TriplyETL: Overview
TriplyETL allows you to create linked data knowledge graphs. It does this by Extracting data connect data sources to a pipelines that
If you are using TriplyETL for the first time, go to the Getting started page.
Approach
TriplyETL uses the following unique approach to Extract, Transform, and Load (ETL) data:
- Step 1 Extract extracts data records from one or more data sources.
- A generic Record is loaded from the Source Systems. The representation of the Record is independent of the source system that is used.
- Step 2 Transform cleans, combines, and extends data in the Record representation.
- Step 3 Assert uses data from the Record to generate linked data assertions.
- The Internal Store holds linked data that is generated for each Record.
- Step 4 Enrich improves or extends linked data in the Internal Store.
- Step 5 Validate ensures that linked data in the Internal Store is correct.
- Step 6 Publish makes linked data available in a Triple Store for others to use.
In addition, the following components can be used throughout these steps:
- Declarations allow you to declare constants in one place for reuse throughout the rest of your TriplyETL configuration.
- Debug tools allow you to gain insight in a TriplyETL for the purpose of maintenance.
- Control structures can be used to make parts of the TriplyETL configuration optional or repeating (loops).
Why TriplyETL?
TriplyETL has the following core features, that set it apart from other data pipeline products:
- Backend-agnostic: TriplyETL supports any data source through it large and growing set of source connectors.

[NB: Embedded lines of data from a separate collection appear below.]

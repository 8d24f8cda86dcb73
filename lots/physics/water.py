"""Pure water: where it boils and what it weighs."""

import math

from ._bounds import within

_N = (
    1167.0521452767,
    -724213.16703206,
    -17.073846940092,
    12020.824702470,
    -3232555.0322333,
    14.915108613530,
    -4823.2657361591,
    405113.40542057,
    -0.23855557567849,
    650.17534844798,
)


def boiling_point(kilopascal: float) -> float:
    """Return °C at which water boils at a station pressure of 1 to 1000 kPa.

    Method: IAPWS-IF97 region 4 backward equation. Raises ValueError out of range.
    """
    within("Pressure", kilopascal, 1.0, 1000.0, "kPa")
    n = (0.0, *_N)
    b = (kilopascal / 1000.0) ** 0.25
    e = b * b + n[3] * b + n[6]
    f = n[1] * b * b + n[4] * b + n[7]
    g = n[2] * b * b + n[5] * b + n[8]
    d = 2 * g / (-f - math.sqrt(f * f - 4 * e * g))
    kelvin = (n[10] + d - math.sqrt((n[10] + d) ** 2 - 4 * (n[9] + n[10] * d))) / 2
    return kelvin - 273.15


def saturation_pressure(celsius: float) -> float:
    """Return kPa over boiling water at 5 to 150 °C: the inverse of ``boiling_point``."""
    from ._bounds import solve

    within("Temperature", celsius, 7.0, 150.0, "°C")
    return solve(boiling_point, 1.0, 1000.0, celsius, "pressure")


def density(celsius: float) -> float:
    """Return kg/m³ at 0 to 105 °C (Kell 1975), extrapolated above 100 °C."""
    t = within("Temperature", celsius, 0.0, 105.0, "°C")
    top = (
        999.83952
        + 16.952577 * t
        - 7.9905127e-3 * t**2
        - 46.241757e-6 * t**3
        + 105.84601e-9 * t**4
        - 281.03006e-12 * t**5
    )
    return top / (1 + 16.887236e-3 * t)
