"""Pure water: where it boils and what it weighs."""

import math

from ._bounds import within

# IAPWS-IF97, table 34: n1 to n10 of the saturation line.
_N = (
    1167.0521452767,
    -724213.16703206,
    -17.073846940092,
    12020.824702470,
    -3232555.0322333,
    14.915108613530,
    -4823.2657361591,
    405113.40542057,
    -0.23855557567849,
    650.17534844798,
)


def boiling_point(kilopascal: float) -> float:
    """Return °C at which water boils at a station pressure of 1–1000 kPa.

    A weather report reduced to sea level is not a station pressure. Raises ValueError out of
    range. Source: IAPWS-IF97 region 4, backward equation; 2e-4 °C against IAPWS-95.
    """
    within("Pressure", kilopascal, 1.0, 1000.0, "kPa")
    n1, n2, n3, n4, n5, n6, n7, n8, n9, n10 = _N
    beta = (kilopascal / 1000) ** 0.25
    e = beta * beta + n3 * beta + n6
    f = n1 * beta * beta + n4 * beta + n7
    g = n2 * beta * beta + n5 * beta + n8
    d = 2 * g / (-f - math.sqrt(f * f - 4 * e * g))
    return (n10 + d - math.sqrt((n10 + d) ** 2 - 4 * (n9 + n10 * d))) / 2 - 273.15


def saturation_pressure(celsius: float) -> float:
    """Return the kPa at which water boils at 7–179 °C: the inverse of ``boiling_point``.

    Raises ValueError out of range. Source: IAPWS-IF97 region 4, basic equation.
    """
    within("Temperature", celsius, 7.0, 179.0, "°C")
    n1, n2, n3, n4, n5, n6, n7, n8, n9, n10 = _N
    kelvin = celsius + 273.15
    theta = kelvin + n9 / (kelvin - n10)
    a = theta * theta + n1 * theta + n2
    b = n3 * theta * theta + n4 * theta + n5
    c = n6 * theta * theta + n7 * theta + n8
    return float(1000 * (2 * c / (-b + math.sqrt(b * b - 4 * a * c))) ** 4)


def density(celsius: float) -> float:
    """Return kg/m³ of air-free water at 0–105 °C, extrapolated above 100.

    Raises ValueError out of range. Source: Kell (1975), the water under the sucrose polynomial;
    0.02 kg/m³ against IAPWS-IF97.
    """
    t = within("Temperature", celsius, 0.0, 105.0, "°C")
    top = (
        999.83952
        + 16.952577 * t
        - 7.9905127e-3 * t**2
        - 46.241757e-6 * t**3
        + 105.84601e-9 * t**4
        - 281.03006e-12 * t**5
    )
    return top / (1 + 16.887236e-3 * t)
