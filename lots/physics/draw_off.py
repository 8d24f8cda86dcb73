"""The pan temperature at which syrup has reached its density."""

from . import sucrose, water
from ._bounds import within


def temperature(
    target_brix: float,
    *,
    water_boiling_celsius: float | None = None,
    kilopascal: float | None = None,
) -> float:
    """Return °C in the pan for a target of 0–80 °Bx; ± 0.1 °F, a control, never a proof.

    Give one of the two: where water boils this morning, or the station pressure.
    """
    if (water_boiling_celsius is None) == (kilopascal is None):
        raise ValueError("Give either where water boils today or the station pressure, not both.")
    if water_boiling_celsius is not None:
        within("Boiling point of water", water_boiling_celsius, 85.0, 104.0, "°C")
        kilopascal = water.saturation_pressure(water_boiling_celsius)
    assert kilopascal is not None  # noqa: S101 - narrowed above
    rise = sucrose.boiling_point_elevation(target_brix, kilopascal)
    return water.boiling_point(kilopascal) + rise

- Multi-paradigm: TriplyETL supports all major paradigms for transforming and asserting linked data: SPARQL Update, JSON-LD Algorithms (TBA), SHACL Rules, RML (TBA), and RDF All The Things (RATT). You can also write your own transformations in TypeScript.
- Scalable: TriplyETL processes data in a stream of self-contained records. This allows TriplyETL pipelines to run in parallel, ensuring a high pipeline throughput.
- Standards-compliant: TriplyETL implements the latest versions of the linked data standards and best practices: RDF 1.1, SHACL, XML Schema Datatypes 1.1, IETF RFC3987 (IRIs), IETF RFC5646 (Language Tags).
- High Quality: The output of TriplyETL pipelines is automatically validated against the specified data model.
- Production-grade: TriplyETL pipelines can run in the four DTAP environments that are common in production systems (Development, Testing, Acceptance, Production).